UCI professor Jean-Daniel M. Saphores presented his analysis at the national meeting of the American Chemical Society. He says recycling rates for e-waste are abysmally low and certain demographic groups like women and seniors are unaware of their options. Providing more information to these groups could drastically improve recycling efforts, he says.
Saphores’ research found disparate efforts by individual cities and states is not effective. He suggests that stakeholders and government agencies need to rethink their approach to e-waste disposal and adopt policies that focus on the entire lifecycle of products, thus reducing the negative impact on public health and the environment.
The study cites estimates of 84 million obsolete TV sets and more than 200 million broken or old cell phones gathering dust in people’s homes, along with other electronics like older computers and monitors. All of these old electronics contain a smorgasbord of harmful chemicals and metals that are hazardous to health and the environment, such as lead in the older TV’s glass screens, as well as arsenic, copper and mercury in old circuit boards and cobalt, zinc and copper in the rechargeable batteries.

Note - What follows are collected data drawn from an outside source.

import { describe, expect, it } from 'vitest';
import { lambertianDensity, lambertianDirection } from '../../../src/lib/trace/lambertian';
import { nextFloat, seedChunk } from '../../../src/lib/trace/rng';
import { assertInDelta } from '../../support/assert';

const K = 4;

function draw(n: Float64Array, count: number, each: (d: Float64Array) => void): void {
  const d = new Float64Array(3);
  const u = new Float64Array(2);
  for (let i = 0; i < count; i++) {
    u[0] = nextFloat();
    u[1] = nextFloat();
    lambertianDirection(d, n, u);
    each(d);
  }
}

describe('lambertianDirection(out, n, u)', () => {
  it('gives unit directions on the side of n, for normals along every axis and oblique', () => {
    seedChunk(1, 0);
    for (const n of [[0, 0, 1], [0, 0, -1], [1, 0, 0], [0, -1, 0], [0.6, 0, -0.8], [1 / Math.sqrt(3), 1 / Math.sqrt(3), 1 / Math.sqrt(3)]]) {
      const nn = Float64Array.from(n);
      draw(nn, 2000, (d) => {
        assertInDelta(Math.hypot(d[0], d[1], d[2]), 1, 1e-14);
        expect(d[0] * nn[0] + d[1] * nn[1] + d[2] * nn[2]).toBeGreaterThanOrEqual(0);
      });
    }
  });

  // For p(ω) = cos θ/π: E[cos θ] = 2/3, Var = 1/2 − 4/9 = 1/18 (Pharr, Jakob, Humphreys, PBR 3rd ed., §13.6.3).
  it('has mean cos θ = 2/3 (within 4σ, σ = √(1/18/N))', () => {
    seedChunk(2, 0);
    const N = 200_000;
    const n = Float64Array.of(0.36, -0.48, 0.8);
    let sum = 0;
    draw(n, N, (d) => (sum += d[0] * n[0] + d[1] * n[1] + d[2] * n[2]));
    assertInDelta(sum / N, 2 / 3, K * Math.sqrt(1 / 18 / N));
  });

  // Under p = cos θ/π, cos²θ is uniform on [0, 1] and the azimuth uniform on [0, 2π): a χ² test of
  // 10 × 8 equal-probability cells (79 degrees of freedom; the 99.9 % point is 124.8, NIST/SEMATECH
  // e-Handbook of Statistical Methods, §1.3.6.7.4).
  it('matches its density cos θ/π: χ² over cells of cos²θ and azimuth below the 99.9 % point', () => {
    seedChunk(3, 0);
    const N = 80_000;
    const cells = new Float64Array(80);
    draw(Float64Array.of(0, 0, 1), N, (d) => {
      const c2 = d[2] * d[2];
      const phi = Math.atan2(d[1], d[0]) + Math.PI;
      cells[Math.min(9, Math.floor(c2 * 10)) * 8 + Math.min(7, Math.floor((phi / (2 * Math.PI)) * 8))]++;
    });
    const expected = N / 80;
    const chi2 = cells.reduce((s, o) => s + (o - expected) ** 2 / expected, 0);
    expect(chi2).toBeLessThan(124.8);
  });
});

describe('lambertianDensity(cosTheta)', () => {
  it('is cos θ/π, 0 below the surface, and integrates to 1 over the hemisphere (midpoint rule, 1e-6)', () => {
    expect(lambertianDensity(1)).toBe(1 / Math.PI);
    expect(lambertianDensity(-0.5)).toBe(0);
    let integral = 0;
    const steps = 2000;
    for (let i = 0; i < steps; i++) {
      const theta = ((i + 0.5) / steps) * (Math.PI / 2);
      integral += lambertianDensity(Math.cos(theta)) * 2 * Math.PI * Math.sin(theta) * (Math.PI / 2 / steps);
    }
    assertInDelta(integral, 1, 1e-6);
  });
});
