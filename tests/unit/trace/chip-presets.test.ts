import { describe, expect, it } from 'vitest';
import { flipChipOnSapphire, singleBoxChip, thinFilmChip } from '../../../src/lib/trace/chip-presets';
import { validateTracePackage } from '../../../src/lib/trace/package-spec';
import { domePackage } from '../../support/fixtures';

describe('chip presets', () => {
  it('flipChipOnSapphire(): GaN emitting below the sapphire, on its own mirror, valid in a package', () => {
    const chip = flipChipOnSapphire();
    expect(chip.layers?.map((l) => l.name)).toEqual(['GaN', 'sapphire']);
    expect(chip.emitLayer).toBe(0);
    expect(chip.mirror).toEqual({ kind: 'reflectance', reflectance: 0.95 });
    expect(() => validateTracePackage({ ...domePackage(), chip })).not.toThrow();
  });

  it('flipChipOnSapphire({ sapphireMm }) accepts 0.1–0.2 mm and refuses other thicknesses with the range', () => {
    expect(flipChipOnSapphire({ sapphireMm: 0.1 }).heightMm).toBeCloseTo(0.105, 12);
    expect(() => flipChipOnSapphire({ sapphireMm: 0.3 })).toThrow(/sapphireMm must be a number in \[0\.1, 0\.2\]/);
  });

  it('thinFilmChip() and singleBoxChip() are valid in a package', () => {
    expect(() => validateTracePackage({ ...domePackage(), chip: thinFilmChip() })).not.toThrow();
    expect(() => validateTracePackage({ ...domePackage(), chip: singleBoxChip() })).not.toThrow();
    expect(singleBoxChip().layers).toBeUndefined();
  });
});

The Electronic Waste Recycling Act of 2003 imposed requirements on retailers and manufacturers for equipment containing cathode ray tubes and liquid crystal displays. But while the cell phone recycling efforts in California have netted good results, Saphores found that other bans have not had the same effect.
Saphores suggests a deposit-based refund system, similar to what retailers charge consumers when they buy beverages.
E-waste recycling outreach efforts are beginning to target specific demographics. FundingFactory, a recycling fundraiser program of Clover Technologies Group, last month launched Collected, a free e-waste recycling program for college campuses that lets schools exchange e-waste for cash or rewards.
Easier consumer access to scrap electronics collection sites, spurred by manufacturer funding, has contributed to an increase in e-waste recycling and a decrease in government spending in New York State, according to a report published in July by the Product Stewardship Institute for the Natural Resources Defense Council.